Aleluya, aleluya, aleluya.

Mateo 6,1-6.16-18

«Cuidad de no practicar vuestra justicia delante de los hombres para ser vistos por ellos; de lo contrario no tendréis recompensa de vuestro Padre celestial. Por tanto, cuando hagas limosna, no lo vayas trompeteando por delante como hacen los hipócritas en las sinagogas y por las calles, con el fin de ser honrados por los hombres; en verdad os digo que ya reciben su paga. Tú, en cambio, cuando hagas limosna, que no sepa tu mano izquierda lo que hace tu derecha; así tu limosna quedará en secreto; y tu Padre, que ve en lo secreto, te recompensará. «Y cuando oréis, no seáis como los hipócritas, que gustan de orar en las sinagogas y en las esquinas de las plazas bien plantados para ser vistos de los hombres; en verdad os digo que ya reciben su paga. Tú, en cambio, cuando vayas a orar, entra en tu aposento y, después de cerrar la puerta, ora a tu Padre, que está allí, en lo secreto; y tu Padre, que ve en lo secreto, te recompensará. «Cuando ayunéis, no pongáis cara triste, como los hipócritas, que desfiguran su rostro para que los hombres vean que ayunan; en verdad os digo que ya reciben su paga. Tú, en cambio, cuando ayunes, perfuma tu cabeza y lava tu rostro, para que tu ayuno sea visto, no por los hombres, sino por tu Padre que está allí, en lo secreto; y tu Padre, que ve en lo secreto, te recompensará.

 

Aleluya, aleluya, aleluya.

Ustedes serán santos
porque yo soy santo, dice el Señor.

Aleluya, aleluya, aleluya.

Jesús habla del comportamiento de los discípulos.
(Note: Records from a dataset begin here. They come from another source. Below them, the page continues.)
import 'server-only';
import { type SQL, and, asc, count, desc, eq, inArray, lt, notInArray } from 'drizzle-orm';
import { db, type DbOrTx } from '../../db/client';
import { capas, complaints, deviations, users } from '../../db/schema';
import type { CapaState } from '../../workflows/states';
import { type Actor, assertCan } from '../auth/permissions';
import { visibleWhere } from '../records/kind';
import { capaKind } from './kind';
import type { CapaSource } from './labels';
import type { CapaListQuery, CapaListSort } from './list-query';

/* Read side of the CAPA list: one page, paged, sorted and filtered in SQL, ids first. */

export interface CapaRowDto {
  id: number;
  number: string;
  title: string;
  status: CapaState;
  sourceType: CapaSource;
  /** The source record's number (a deviation's DEV number), when it has one. */
  sourceNumber: string | null;
  owner: string;
  /** Completed actions of the current plan round, and how many it has. */
  actionsDone: number;
  actionsPlanned: number;
  createdAt: string;
  dueAt: string | null;
  overdue: boolean;
}

export interface CapaPage {
  page: number;
  pageSize: number;
  total: number;
  sort: CapaListSort;
  dir: 'asc' | 'desc';
  rows: CapaRowDto[];
}

export const finishedCapaStates = ['closed_effective', 'cancelled'] as const satisfies readonly CapaState[];

export function isCapaOverdue(row: { status: CapaState; dueAt: Date | null }, now: Date): boolean {
  return row.dueAt !== null && row.dueAt < now && !(finishedCapaStates as readonly string[]).includes(row.status);
}

/* Sort keys end in the columns the indexes carry (capas_status_idx goes on with created_at, capas_due_idx is (status, due_at)), then id. */
function orderFor(sort: CapaListSort, dir: 'asc' | 'desc'): SQL[] {
  const by = dir === 'asc' ? asc : desc;
  switch (sort) {
    case 'number':
      return [by(capas.number), by(capas.id)];
    case 'due':
      return [by(capas.dueAt), by(capas.id)];
    case 'status':
      return [by(capas.status), by(capas.createdAt), by(capas.id)];
    case 'created':
      return [by(capas.createdAt), by(capas.id)];
  }
}

function whereFor(query: CapaListQuery, viewer: Actor, now: Date): SQL | undefined {
  return and(
    // Who sees which CAPA is the CAPA kind's rule (today every role that reads CAPAs sees them all).
    visibleWhere(capaKind, viewer),
    query.status.length > 0 ? inArray(capas.status, query.status) : undefined,
    query.source.length > 0 ? inArray(capas.sourceType, query.source) : undefined,
    query.ownerId !== null ? eq(capas.ownerId, query.ownerId) : undefined,
    query.overdue ? and(lt(capas.dueAt, now), notInArray(capas.status, [...finishedCapaStates])) : undefined,
  );
}

export function capaPageIdsQuery(query: CapaListQuery, viewer: Actor, database: DbOrTx = db, now: Date = new Date()) {
  return database
    .select({ id: capas.id })
    .from(capas)
    .where(whereFor(query, viewer, now))
    .orderBy(...orderFor(query.sort, query.dir))
    .limit(query.pageSize)
    .offset((query.page - 1) * query.pageSize);
}

/** One page of CAPAs; every role that reads CAPAs sees them all (capa.read is 'any'). */
export async function listCapas(query: CapaListQuery, viewer: Actor, database: DbOrTx = db, now: Date = new Date()): Promise<CapaPage> {
  assertCan(viewer, 'capa.read');
  const [totalRow] = await database.select({ n: count() }).from(capas).where(whereFor(query, viewer, now));
  const pageIds = (await capaPageIdsQuery(query, viewer, database, now)).map((r) => r.id);
  const rows =
    pageIds.length === 0
      ? []
      : await database
          .select({
            id: capas.id,
            number: capas.number,
            title: capas.title,
            status: capas.status,
            sourceType: capas.sourceType,
            sourceId: capas.sourceId,
            sourceNumber: deviations.number,
            owner: users.name,
            actionsPlanned: capas.actionsPlanned,
            actionsOpen: capas.actionsOpen,
            createdAt: capas.createdAt,
            dueAt: capas.dueAt,
          })
          .from(capas)
          .innerJoin(users, eq(users.id, capas.ownerId))
          // Only deviations have numbers to show yet; other sources show their kind.
          .leftJoin(deviations, and(eq(capas.sourceType, 'deviation'), eq(deviations.id, capas.sourceId)))
          .where(inArray(capas.id, pageIds));
  const position = new Map(pageIds.map((id, i) => [id, i]));
  rows.sort((a, b) => position.get(a.id)! - position.get(b.id)!);
  return {
    page: query.page,
    pageSize: query.pageSize,
    total: totalRow?.n ?? 0,
    sort: query.sort,
    dir: query.dir,
    rows: rows.map(({ createdAt, dueAt, actionsOpen, sourceId: _sourceId, ...r }) => ({
      ...r,
      actionsDone: r.actionsPlanned - actionsOpen,
      createdAt: createdAt.toISOString(),
      dueAt: dueAt ? dueAt.toISOString() : null,
      overdue: isCapaOverdue({ status: r.status, dueAt }, now),
    })),
  };
}

export interface CapaOwnerOptionDto {
  id: number;
  label: string;
}

/** Owners for the list filter: everybody who owns a CAPA now. */
export async function listCapaOwners(database: DbOrTx = db): Promise<CapaOwnerOptionDto[]> {
  const rows = await database
    .selectDistinct({ id: users.id, name: users.name })
    .from(capas)
    .innerJoin(users, eq(users.id, capas.ownerId))
    .orderBy(asc(users.name));
  return rows.map((r) => ({ id: r.id, label: r.name }));
}

/**
 * The id of the deviation or complaint with this number, for opening a CAPA from it; null when there
 * is none the viewer may read (a draft has no number, so it is never found).
 */
export async function findCapaSourceByNumber(
  sourceType: 'deviation' | 'complaint',
  number: string,
  viewer: Actor,
  database: DbOrTx = db,
): Promise<number | null> {
  // Only those who may open a CAPA look its source up (QA); they read every deviation and complaint.
  assertCan(viewer, 'capa.create');
  if (sourceType === 'deviation') {
    assertCan(viewer, 'deviation.read');
    const [row] = await database.select({ id: deviations.id }).from(deviations).where(eq(deviations.number, number));
    return row?.id ?? null;
  }
  assertCan(viewer, 'complaint.read');
  const [row] = await database.select({ id: complaints.id }).from(complaints).where(eq(complaints.number, number));
  return row?.id ?? null;
}
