'use client';

import { useActionState, useState } from 'react';
import { TextArea } from '@/components/ui/form-bits';
import { SelectField, TextField } from '@/components/ui/field';
import { Notice } from '@/components/ui/notice';
import { SubmitButton } from '@/components/ui/submit-button';
import { complainantKindLabels, complainantKinds, intakeChannelLabels, intakeChannels } from '@/lib/complaints/labels';
import type { ProductOptionDto } from '@/lib/complaints/queries';
import { type ComplaintFormAction, idleComplaintFormState } from './form-state';

/*
 * Taking a complaint down, on a tablet at the phone or at a desk: one column of large fields, the
 * questions in the order a caller answers them. The lot is checked on the server against the batch
 * records (a known lot fills the product; an unknown one is kept and flagged); everything typed
 * comes back after a refusal, with the reason beside its field.
 */

export function IntakeForm({ action, products, today }: { action: ComplaintFormAction; products: ProductOptionDto[]; today: string }) {
  const [state, formAction] = useActionState(action, idleComplaintFormState);
  const v = state.values;
  const e = state.fieldErrors;
  const [harmed, setHarmed] = useState(v.personHarmed === 'on');
  return (
    <form action={formAction} noValidate className="flex max-w-3xl flex-col gap-6" data-testid="complaint-intake">
      {state.failed && state.message ? <Notice tone="danger" title={state.message} /> : null}
      <fieldset className="flex flex-col gap-4 rounded-lg border border-ink-200 bg-white p-5">
        <legend className="px-1 text-lg font-semibold">Who complained</legend>
        <TextField name="complainantName" label="Name" required autoComplete="off" defaultValue={v.complainantName ?? ''} errors={e.complainantName} />
        <TextField
          name="complainantContact"
          label="How to reach them"
          hint="An e-mail address lets QA send the answer from here; a telephone number or postal address works too."
          required
          autoComplete="off"
          defaultValue={v.complainantContact ?? ''}
          errors={e.complainantContact}
        />
        <fieldset className="flex flex-col gap-1">
          <legend className="font-semibold text-ink-900">They are a…</legend>
          <div className="flex flex-wrap gap-x-6">
            {complainantKinds.map((k) => (
              <label key={k} className="inline-flex min-h-11 items-center gap-2">
                <input type="radio" name="complainantKind" value={k} defaultChecked={(v.complainantKind ?? 'consumer') === k} className="h-5 w-5" />
                {complainantKindLabels[k]}
              </label>
            ))}
          </div>
        </fieldset>
        <div className="grid grid-cols-1 gap-4 md:grid-cols-2">
          <SelectField
            name="channel"
            label="It reached us by"
            options={intakeChannels.map((c) => ({ value: c, label: intakeChannelLabels[c] }))}
            defaultValue={v.channel ?? 'phone'}
            errors={e.channel}
          />
          <TextField name="receivedOn" label="Received on" type="date" required max={today} defaultValue={v.receivedOn ?? today} errors={e.receivedOn} />
        </div>
      </fieldset>

      <fieldset className="flex flex-col gap-4 rounded-lg border border-ink-200 bg-white p-5">
        <legend className="px-1 text-lg font-semibold">Which product</legend>
        <TextField
          name="lot"
          label="Lot number as they read it"
          hint="Printed on the label, e.g. BW-2026-1012-A. Leave empty if they cannot find it."
          autoComplete="off"
          autoCapitalize="characters"
          defaultValue={v.lot ?? ''}
          errors={e.lot}
        />
        <SelectField
          name="productId"
          label="Product"
          hint="Needed when the lot is missing or not in our batch records; a known lot fills it."
          options={[{ value: '', label: 'Pick the product' }, ...products.map((p) => ({ value: String(p.id), label: p.label }))]}
          defaultValue={v.productId ?? ''}
          errors={e.productId}
        />
      </fieldset>

      <fieldset className="flex flex-col gap-4 rounded-lg border border-ink-200 bg-white p-5">
        <legend className="px-1 text-lg font-semibold">What they found</legend>
        <TextArea
          name="description"
          label="In their words"
          hint="What they saw, smelt or felt, how many and where (in the bottle, the blister)."
          required
          rows={5}
          maxLength={5000}
          defaultValue={v.description ?? ''}
          errors={e.description}
        />
        <TextField name="unitsAffected" label="Capsules affected" type="number" inputMode="numeric" min={0} className="max-w-40" defaultValue={v.unitsAffected ?? ''} errors={e.unitsAffected} />
        <label className="inline-flex min-h-11 items-center gap-3 font-semibold">
          <input type="checkbox" name="personHarmed" defaultChecked={harmed} onChange={(ev) => setHarmed(ev.currentTarget.checked)} className="h-6 w-6" />
          Someone was harmed or felt unwell
        </label>
        {harmed || e.harmDescription ? (
          <TextArea
            name="harmDescription"
            label="How were they harmed?"
            hint="What happened to them, when, and whether they saw a doctor or went to hospital. QA decides from this whether a report is due within days."
            required
            rows={4}
            maxLength={5000}
            defaultValue={v.harmDescription ?? ''}
            errors={e.harmDescription}
          />
        ) : null}
        <label className="inline-flex min-h-11 items-center gap-3 font-semibold">
          <input type="checkbox" name="samplesReturning" defaultChecked={v.samplesReturning === 'on'} className="h-6 w-6" />
          They are sending the capsules back
        </label>
      </fieldset>
      <div>
        <SubmitButton pendingLabel="Saving…">Save the complaint</SubmitButton>
      </div>
    </form>
  );
}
Y dice que no deben vivir bien para que les admiren los hombres, como hacen los fariseos. El orgullo de sentirse coherente -y el orgullo ante los hombres- siempre es mundano. Jesús ya ha dejado claro que hay que vivir la ley antigua con un espíritu nuevo, con un corazón renovado, es decir, inspirado por el amor y no por la simple observancia. El Evangelio quiere que seamos conscientes de que nuestras acciones sirven para edificar el reino de Dios. Cada uno de nosotros tiene la tentación de vivir para mostrarse a sí mismo ante Dios o ante los hombres. El creyente está llamado a participar en la obra de Dios para la salvación del mundo. Así pues, no se pide de ningún modo a los discípulos que oculten las buenas obras. Anteriormente Jesús los había invitado a ser luz y a no esconder la lámpara "debajo del celemín". Ahora les pide que gasten su vida por el Evangelio y por el reino de Dios. Y recuerda tres prácticas religiosas que gozan de gran consideración: la limosna, la oración y el ayuno. En los tres casos la invitación quiere destacar el aspecto interior de dichas prácticas para que sean auténticas y no exteriores. La limosna implica poner el corazón en los pobres. Hay que acercarse a ellos, interesarse por ellos, amarlos porque en ellos está presente el mismo Jesús. Y la oración es ante todo hacer espacio para la Palabra de Dios en el corazón, para que pueda entrar en él, brotar y dar frutos en la vida de cada día. Y para eso hay que escuchar al Espíritu, maestro de la vida espiritual del creyente. Ocurre lo mismo con el ayuno: forma parte de la lucha interior para derribar a nuestro yo y aumentar el espacio donde recibir al Señor y a los hermanos. Se cumplirá lo que leemos en el Apocalipsis: "Si alguno oye mi voz y me abre la puerta, entraré en su casa y cenaremos juntos los dos" (Ap 3,20). Esta es la recompensa de los discípulos: vivir ya hoy con el Señor.